Создание, пришедшее убить Соломона Лу, не было человеком, хотя и выглядело почти как человек – как высокий мужчина лет тридцати, атлет и блондин. Все его тело ниже горла покрывали доспехи: не громоздкие средневековые латы, похожие на производное от кастрюли и дуршлага, а современная рыцарская броня, черная, облегающая и хищная в своем блеске. Шлема не было. Лицо его образцовой лепки – высокий лоб, ровный нос, крупный подбородок с ямочкой – напоминало лица античных статуй, в том числе своей неподвижностью. Окровавленный кулак Соломона Лу раз за разом врезался в скулу и переносицу незнакомца – вот уже лопнуло набухшее мясо, но черты его оставались бесстрастными, а взгляд – одновременно отрешенным и сосредоточенным. Он даже не моргал.
– На него не действует магия! – крикнул кто-то.

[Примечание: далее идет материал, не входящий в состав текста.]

describe('summarise: edge cases and bad input', () => {
  it('empty input gives no metrics', () => {
    expect(summarise([])).toEqual([]);
  });

  it('a single usable replicate: mean reported with an explained NaN MCSE, empiricalSE omitted', () => {
    const m = summarise([row({ replicate: 1, parameter: 'b', truth: 2, estimate: 2.5, se: 0.1, lower: 2.3, upper: 2.7 })]);
    const bias = m.find((x) => x.metric === 'bias')!;
    expect(bias.value).toBeCloseTo(0.5, 12);
    expect(Number.isNaN(bias.mcse)).toBe(true);
    expect(bias.note).toContain('n < 2');
    expect(m.some((x) => x.metric === 'empiricalSE' || x.metric === 'relativeErrorModelSE')).toBe(false);
    expect(m.find((x) => x.metric === 'coverage')!.value).toBe(0);
  });

  it('identical estimates: EmpSE 0, relativeErrorModelSE omitted with a note', () => {
    const rows = [1, 2, 3].map((r) => row({ replicate: r, parameter: 'b', truth: 1, estimate: 1, se: 0.2, lower: 0.6, upper: 1.4 }));
    const m = summarise(rows);
    expect(m.find((x) => x.metric === 'empiricalSE')!.value).toBe(0);
    expect(m.some((x) => x.metric === 'relativeErrorModelSE')).toBe(false);
    expect(m.find((x) => x.metric === 'modelSE')!.note).toContain('EmpSE is 0');
  });

  it('status aliased or failed excludes a finite estimate too', () => {
    const rows = [
      row({ replicate: 1, parameter: 'b', estimate: 1 }),
      row({ replicate: 2, parameter: 'b', estimate: 3 }),
      row({ replicate: 3, parameter: 'b', estimate: 100, status: 'aliased', reason: 'collinear' }),
    ];
    const m = summarise(rows);
    expect(m.find((x) => x.metric === 'mean')).toMatchObject({ value: 2, n: 2 });
  });

  it('a usable status with a NaN estimate is excluded and reported', () => {
    const rows = [1, 2, 3].map((r) => row({ replicate: r, parameter: 'b', estimate: r === 2 ? NaN : r }));
    const mean = summarise(rows).find((x) => x.metric === 'mean')!;
    expect(mean).toMatchObject({ value: 2, n: 2 });
    expect(mean.note).toContain('non-finite estimate excluded');
  });

  it('rejects malformed rows, naming row and field', () => {
    const good = row({ replicate: 1, parameter: 'b', estimate: 1 });
    expect(() => summarise([good, { ...good, replicate: 2, status: 'broken' as ReplicateStatus }])).toThrow(
      /replicate row 1: field 'status'/,
    );
    expect(() => summarise([{ ...good, estimate: '1' as unknown as number }])).toThrow(/row 0: field 'estimate'/);
    expect(() => summarise([{ ...good, se: -1 }])).toThrow(/row 0: field 'se'/);
    expect(() => summarise([{ ...good, lower: 2, upper: 1 }])).toThrow(/row 0: field 'lower'/);
    expect(() => summarise([good, { ...good, replicate: 2, truth: NaN }])).toThrow(/row 1: field 'truth'/);
    expect(() => summarise([good, { ...good, replicate: 2, kind: 'sd' }])).toThrow(/row 1: field 'kind'/);
    expect(() => summarise([good, { ...good }])).toThrow(/at most one row per replicate/);
  });

  // A random factor entered as fixed: its coefficients estimate this replicate's realised effects,
  // so each row carries its own truth. Hand computation (Morris et al. 2019, Table 6, with the
  // error est_i − truth_i in place of est_i − θ): errors 0.5 and 0 -> bias 0.25, MCSE sd(0.5, 0)/√2
  // = 0.353553/1.414214 = 0.25; coverage: [0.8, 1.2] misses 0.5, [2, 4] holds 3 -> 0.5.
  it('uses each row\'s truth when the target varies by replicate', () => {
    const a = row({ replicate: 1, parameter: 'year=y2', estimate: 1, truth: 0.5, se: 0.1, lower: 0.8, upper: 1.2 });
    const b = row({ replicate: 2, parameter: 'year=y2', estimate: 3, truth: 3, se: 0.5, lower: 2, upper: 4 });
    const metrics = summarise([a, b]);
    const bias = metrics.find((m) => m.metric === 'bias')!;
    expect(bias.value).toBeCloseTo(0.25, 12);
    expect(bias.mcse).toBeCloseTo(0.25, 12);
    expect(bias.note).toContain('target varies');
    expect(metrics.find((m) => m.metric === 'coverage')!.value).toBe(0.5);
    expect(metrics.some((m) => m.metric === 'relativeBias')).toBe(false);
  });

  it('rejects inconsistent options', () => {
    expect(() => summarise([], { level: 1.2 })).toThrow(/options.level/);
    expect(() => summarise([], { level: 0.9, alpha: 0.05 })).toThrow(/options.alpha/);
    const t1 = summarise([row({ replicate: 1, parameter: 'b', estimate: 1, lower: 0.5, upper: 1.5 })], { level: 0.9 });
    expect(t1.find((x) => x.metric === 'typeIError')!.nominal).toBeCloseTo(0.1, 12);
    expect(t1.find((x) => x.metric === 'coverage')!.nominal).toBe(0.9);
  });
});

describe('median and its order-statistic standard error', () => {
  it('median of odd and even samples', () => {
    expect(medianOfSorted(sortedCopy(new Float64Array([3, 1, 2])))).toBe(2);
    expect(medianOfSorted(sortedCopy(new Float64Array([4, 1, 3, 2])))).toBe(2.5);
  });

  it('matches the normal-theory asymptote sqrt(pi/2) sigma/sqrt(n) on normal data', () => {
    // Asymptotic variance of the sample median is 1/(4 n f(median)^2) = pi sigma^2/(2n) for normal data
    // (textbook identity, e.g. Serfling 1980, Approximation Theorems of Mathematical Statistics, §2.3).
    const rng = seedrandom('median-se');
    const n = 20000;
    const sigma = 0.7;
    const x = new Float64Array(n);
    for (let i = 0; i < n; i++) x[i] = 3 + sigma * normal(rng);
    const se = medianStandardError(sortedCopy(x)).se;
    const asymptotic = (Math.sqrt(Math.PI / 2) * sigma) / Math.sqrt(n);
    // Order-statistic estimator uses ~280 spacings: relative SD ~6%, so 20% is > 3 SD.
    expect(Math.abs(se / asymptotic - 1)).toBeLessThan(0.2);
  });
});

/** Standard normal draw by Box-Muller (Box and Muller 1958, Ann. Math. Statist. 29:610-611). */
function normal(rng: () => number): number {
  const u = 1 - rng();
  return Math.sqrt(-2 * Math.log(u)) * Math.cos(2 * Math.PI * rng());
}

София явственно расслышала эти слова, но их смысл дошел до нее позже – когда она сама попыталась сдержать продвижение рыцаря. Начав пробираться ему в голову, чтобы завладеть его мышцами, она почувствовала, как проваливается в никуда. На броне чужака вспыхнули рунические знаки, и ее колдовство не отразилось, а просто бесследно кануло под поверхность его кожи, словно внутри внешней оболочки таилось абсолютное засасывающее ничто, из которого магия уже не могла вырваться. Девушка отпрянула в ужасе, оборвала контакт, ведь магия была ею – это ее часть навсегда исчезла внутри рыцаря.
Соломон – перекошенный в оскале рот, вспухшие вены на лбу – из последних сил утопил пальцы в глазницах своего палача. Брызнула кровь, и хватка разжалась. Но к этому моменту под ногами медиатора уже не было земли – вернее, она была далеко внизу. Тело полетело ей навстречу, и единственное, что ведьмы успели сделать, – это сцепить руки между собой и сгрудиться у подножия скалы в том месте, куда через секунду упал Соломон.

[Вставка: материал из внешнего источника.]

def build_cases():
    cases = []
    df = one_way(101, 1.2)
    cases.append({
        "case": "one-way-unbalanced",
        "description": "8 groups, sizes 3..12; y = 5 + 0.7 x + b_g + e; sd_b 1.2, sd_e 1.",
        "seed": 101, "data": df,
        "truth": {"intercept": 5.0, "x": 0.7, "sd_g": 1.2, "sd_residual": 1.0},
        "model": {"response": "y", "fixed": ["x"], "groups": [{"factor": "g", "as": "random"}]},
        "statsmodels": {"formula": "y ~ x", "groups": "g", "re_formula": "1", "vc_formula": None},
        "structure": [{"factor": "g", "key": ["g"], "terms": ["intercept"]}],
        "re_names": {"g": ["intercept"]},
    })
    df = one_way(202, 0.05)
    cases.append({
        "case": "one-way-near-zero",
        "description": "As one-way-unbalanced but sd_b 0.05: the group variance is near the zero boundary.",
        "seed": 202, "data": df,
        "truth": {"intercept": 5.0, "x": 0.7, "sd_g": 0.05, "sd_residual": 1.0},
        "model": {"response": "y", "fixed": ["x"], "groups": [{"factor": "g", "as": "random"}]},
        "statsmodels": {"formula": "y ~ x", "groups": "g", "re_formula": "1", "vc_formula": None},
        "structure": [{"factor": "g", "key": ["g"], "terms": ["intercept"]}],
        "re_names": {"g": ["intercept"]},
    })
    df, truth = crossed(303)
    cases.append({
        "case": "crossed",
        "description": "site (6) x year (4) x 5 obs; y = 2 + 0.5 rain + site + year + e; sd 1, 0.7, 0.8.",
        "seed": 303, "data": df, "truth": truth,
        "model": {"response": "y", "fixed": ["rain"],
                  "groups": [{"factor": "site", "as": "random"}, {"factor": "year", "as": "random"}]},
        "statsmodels": {"formula": "y ~ rain", "groups": None, "re_formula": "0",
                        "vc_formula": {"site": "0 + C(site)", "year": "0 + C(year)"}},
        "structure": [{"factor": "site", "key": ["site"], "terms": ["intercept"]},
                      {"factor": "year", "key": ["year"], "terms": ["intercept"]}],
        "re_names": {},
    })
    df, truth = nested(404)
    cases.append({
        "case": "nested",
        "description": "5 sites, plots 1..4 within site (labels repeat), 3 obs per plot; "
                       "y = 3 + 0.4 x + site + plot + e; sd 1, 0.6, 0.5.",
        "seed": 404, "data": df, "truth": truth,
        "model": {"response": "y", "fixed": ["x"],
                  "groups": [{"factor": "site", "as": "random"},
                             {"factor": "plot", "within": "site", "as": "random"}]},
        "statsmodels": {"formula": "y ~ x", "groups": "site", "re_formula": "1",
                        "vc_formula": {"plot": "0 + C(plot)"}},
        "structure": [{"factor": "site", "key": ["site"], "terms": ["intercept"]},
                      {"factor": "plot", "key": ["site", "plot"], "terms": ["intercept"]}],
        "re_names": {"site": ["intercept"]},
    })
    df, truth = random_slope(505)
    cases.append({
        "case": "random-slope",
        "description": "8 groups x 10 obs; y = 1 + 0.8 x + b0_g + b1_g x + e; "
                       "sd(b0) 1, sd(b1) 0.5, corr 0.3, sd_e 0.7.",
        "seed": 505, "data": df, "truth": truth,
        "model": {"response": "y", "fixed": ["x"],
                  "groups": [{"factor": "g", "as": "random", "slopes": ["x"], "correlated": True}]},
        "statsmodels": {"formula": "y ~ x", "groups": "g", "re_formula": "1 + x", "vc_formula": None},
        "structure": [{"factor": "g", "key": ["g"], "terms": ["intercept", "x"]}],
        "re_names": {"g": ["intercept", "x"]},
    })
    df, truth = ols_fixed(606)
    cases.append({
        "case": "ols-fixed",
        "description": "5 sites as fixed effects (sizes 6..10) plus covariate x; ordinary least squares.",
        "seed": 606, "data": df, "truth": truth,
        "model": {"response": "y", "fixed": ["x"], "groups": [{"factor": "site", "as": "fixed"}]},
        "statsmodels": {"formula": "y ~ x + C(site)"},
        "structure": [],
        "re_names": {},
    })
    return cases


# ---------------------------------------------------------------------------
# CSV round trip
# ---------------------------------------------------------------------------

def fmt(v):
    if isinstance(v, (float, np.floating)):
        return "%.6f" % v
    return str(v)


def write_csv(df, path):
    with open(path, "w", newline="\n") as f:
        f.write(",".join(df.columns) + "\n")
        for row in df.itertuples(index=False):
            f.write(",".join(fmt(v) for v in row) + "\n")


# ---------------------------------------------------------------------------
# Dense Gaussian likelihoods (n x n), independent of statsmodels' internals.
# ML: log N(y; X beta, V). REML (Harville 1974; Patterson & Thompson 1971), in the form
# without the constant +0.5 log|X'X|:
#   -0.5 [ (n-p) log(2 pi) + log|V| + log|X'V^-1 X| + r'V^-1 r ],  r = y - X beta_GLS.
# ---------------------------------------------------------------------------
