def _latex_lhs(kind: str, idx: tuple) -> str:
    L = [latex_name(i) for i in idx]
    if kind == "acc":
        return f"\\frac{{d^2 {L[0]}}}{{d\\lambda^2}}"
    if kind == "w":
        return f"w_{{{L[0]}}}"
    if kind == "g":
        return f"g_{{{L[0]} {L[1]}}}"
    if kind == "ginv":
        return f"g^{{{L[0]} {L[1]}}}"
    if kind == "Gamma":
        return f"\\Gamma^{{{L[0]}}}_{{{L[1]} {L[2]}}}"
    if kind == "Gamma_first":
        return f"\\Gamma_{{{L[0]} {L[1]} {L[2]}}}"
    return f"p_{{{L[0]}}}"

София зажала рот. Женщины кричали и тут же теряли сознание от боли в переломанных руках. Девушка подняла взгляд на вершину горы – там было пусто. Нападавший исчез.
– Уходите немедленно. – Бледная большеглазая Валерия впихнула в дрожащие пальцы Софии музыкальную шкатулку, провернула несколько раз ключик завода. – Они сейчас не станут разбирать, кто виноват. Могут решить, что это вы его привели.
– Куда бежать? – почти прокричала Саския. – Лифта больше нет!
– Вдоль гряды, к воде. Там будет портал, пожарный выход. Его не видно, но он перенесет вас обратно в город. Или за город. Не знаю. Подальше отсюда. Бегите. И выбросьте шкатулку на той стороне, пока не рванула!
Подстегиваемые спинным мышечным страхом и стремительным крещендо из шкатулки, девушки бросились к воде. Там, где галька была влажной от недавно откатившейся волны, они стали замедляться, потому что ничего не происходило, а бежать уже было некуда – только в закипающий прибой, но в этот момент мир вокруг них полыхнул белым, и вот под ногами был асфальт, над ними – холодная октябрьская ночь, а мимо с воем проносились бьющие дальним светом машины.
София швырнула шкатулку подальше в придорожные кусты. Призрачный оркестр дрогнул, музыка захлебнулась и смолкла.
– Ноги успела промочить. – Саския тяжело дышала, согнувшись, уперев руки в колени. – На хрена делать аварийный выход так близко к воде?
Холодный воздух обжигал горло и легкие, каждый выдох вылетал облачком пара и тут же рассеивался в ночи. София поняла, что оставила на пляже куртку, – и сейчас это было важнее, чем то, что заодно с курткой она, кажется, лишилась и какой-то части себя. И да, в кроссовках хлюпала вода.
– Надо поймать попутку. Хотя мы с тобой смахиваем на двух шлюшек, которых выкинул на трасе дальнобойщик.
Саския распрямилась и вытянула руку с поднятым вверх большим пальцем. Ее лицо стало белым в свете приближающихся фар. В кустах раздался взрыв.